Look through the lines below and extract any with the word "describe".

Segment Start: DATASET EXTRACT

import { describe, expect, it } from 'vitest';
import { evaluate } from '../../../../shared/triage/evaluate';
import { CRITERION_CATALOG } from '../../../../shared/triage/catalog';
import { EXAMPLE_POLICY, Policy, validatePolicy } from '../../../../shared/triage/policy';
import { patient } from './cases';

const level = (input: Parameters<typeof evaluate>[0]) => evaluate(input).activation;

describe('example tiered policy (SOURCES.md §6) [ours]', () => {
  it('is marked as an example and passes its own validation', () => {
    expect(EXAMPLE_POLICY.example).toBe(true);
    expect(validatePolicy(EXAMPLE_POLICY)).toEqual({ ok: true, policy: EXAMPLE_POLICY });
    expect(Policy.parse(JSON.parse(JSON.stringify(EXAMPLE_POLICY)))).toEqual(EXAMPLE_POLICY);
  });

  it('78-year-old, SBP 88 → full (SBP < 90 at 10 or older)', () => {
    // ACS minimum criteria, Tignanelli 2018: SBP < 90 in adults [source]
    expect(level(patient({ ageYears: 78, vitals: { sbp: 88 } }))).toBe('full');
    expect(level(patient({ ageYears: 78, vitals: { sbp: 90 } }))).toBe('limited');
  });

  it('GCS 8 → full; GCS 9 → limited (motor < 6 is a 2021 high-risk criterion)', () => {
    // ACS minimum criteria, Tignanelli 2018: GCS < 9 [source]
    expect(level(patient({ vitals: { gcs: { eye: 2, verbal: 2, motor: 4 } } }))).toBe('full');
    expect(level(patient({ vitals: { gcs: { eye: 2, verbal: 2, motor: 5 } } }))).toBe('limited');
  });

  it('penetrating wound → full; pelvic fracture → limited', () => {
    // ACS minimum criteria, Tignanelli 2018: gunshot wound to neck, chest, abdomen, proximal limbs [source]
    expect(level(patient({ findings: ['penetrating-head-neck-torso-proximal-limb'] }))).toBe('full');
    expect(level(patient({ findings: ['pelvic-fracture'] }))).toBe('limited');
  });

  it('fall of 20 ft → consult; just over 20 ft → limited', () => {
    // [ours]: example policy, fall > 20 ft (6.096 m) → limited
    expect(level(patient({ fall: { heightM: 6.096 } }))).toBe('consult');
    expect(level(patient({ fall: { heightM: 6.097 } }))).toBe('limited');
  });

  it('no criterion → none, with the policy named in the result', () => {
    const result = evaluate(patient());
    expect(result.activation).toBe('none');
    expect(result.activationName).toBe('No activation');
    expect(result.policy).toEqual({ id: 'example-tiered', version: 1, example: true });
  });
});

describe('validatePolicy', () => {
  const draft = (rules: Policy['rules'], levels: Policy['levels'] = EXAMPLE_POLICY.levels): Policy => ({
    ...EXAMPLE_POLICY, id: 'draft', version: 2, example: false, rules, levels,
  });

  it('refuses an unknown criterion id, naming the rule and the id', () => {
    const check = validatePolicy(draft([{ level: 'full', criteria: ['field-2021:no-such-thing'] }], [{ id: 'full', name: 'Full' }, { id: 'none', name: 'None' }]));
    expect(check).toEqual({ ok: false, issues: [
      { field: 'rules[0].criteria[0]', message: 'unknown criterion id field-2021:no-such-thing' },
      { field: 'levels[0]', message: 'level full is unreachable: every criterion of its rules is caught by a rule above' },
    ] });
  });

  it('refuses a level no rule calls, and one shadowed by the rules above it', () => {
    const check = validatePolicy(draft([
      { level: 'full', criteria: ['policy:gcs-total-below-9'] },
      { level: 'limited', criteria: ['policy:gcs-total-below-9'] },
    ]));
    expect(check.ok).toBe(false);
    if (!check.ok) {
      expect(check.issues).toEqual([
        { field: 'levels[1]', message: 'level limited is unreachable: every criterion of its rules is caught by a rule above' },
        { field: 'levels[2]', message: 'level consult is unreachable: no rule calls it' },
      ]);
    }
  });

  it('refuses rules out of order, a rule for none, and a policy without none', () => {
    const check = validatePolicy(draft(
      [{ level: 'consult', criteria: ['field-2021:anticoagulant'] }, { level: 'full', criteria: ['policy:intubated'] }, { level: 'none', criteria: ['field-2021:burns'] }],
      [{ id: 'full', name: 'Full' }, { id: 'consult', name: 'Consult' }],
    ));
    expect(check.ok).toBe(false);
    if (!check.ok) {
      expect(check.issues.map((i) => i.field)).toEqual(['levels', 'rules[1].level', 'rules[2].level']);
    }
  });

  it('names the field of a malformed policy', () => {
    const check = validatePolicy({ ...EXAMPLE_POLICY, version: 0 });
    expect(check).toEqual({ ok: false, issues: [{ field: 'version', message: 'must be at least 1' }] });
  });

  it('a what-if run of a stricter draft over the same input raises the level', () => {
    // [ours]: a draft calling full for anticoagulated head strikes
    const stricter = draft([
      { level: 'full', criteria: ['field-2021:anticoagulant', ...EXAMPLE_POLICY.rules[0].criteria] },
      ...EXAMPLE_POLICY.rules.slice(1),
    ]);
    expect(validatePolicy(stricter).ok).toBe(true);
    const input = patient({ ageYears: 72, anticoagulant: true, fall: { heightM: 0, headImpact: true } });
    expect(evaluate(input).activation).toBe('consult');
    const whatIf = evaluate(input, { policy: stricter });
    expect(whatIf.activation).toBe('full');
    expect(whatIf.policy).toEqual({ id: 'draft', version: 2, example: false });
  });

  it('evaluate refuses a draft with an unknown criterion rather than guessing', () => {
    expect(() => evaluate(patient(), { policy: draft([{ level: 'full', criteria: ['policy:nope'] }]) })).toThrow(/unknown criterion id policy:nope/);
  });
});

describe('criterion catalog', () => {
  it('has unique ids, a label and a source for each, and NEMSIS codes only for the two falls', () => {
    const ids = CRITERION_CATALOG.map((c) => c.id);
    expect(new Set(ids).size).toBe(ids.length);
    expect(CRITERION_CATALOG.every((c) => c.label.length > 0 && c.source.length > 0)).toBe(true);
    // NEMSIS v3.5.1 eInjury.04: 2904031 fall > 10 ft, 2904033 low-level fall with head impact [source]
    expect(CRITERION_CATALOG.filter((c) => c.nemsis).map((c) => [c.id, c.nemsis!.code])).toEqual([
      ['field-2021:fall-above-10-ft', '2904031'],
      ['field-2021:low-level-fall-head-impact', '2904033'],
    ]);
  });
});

Segment End: DATASET EXTRACT

### WRITTEN SOLUTION
import { describe, expect, it } from 'vitest';
describe('example tiered policy (SOURCES.md §6) [ours]', () => {
describe('validatePolicy', () => {
describe('criterion catalog', () => {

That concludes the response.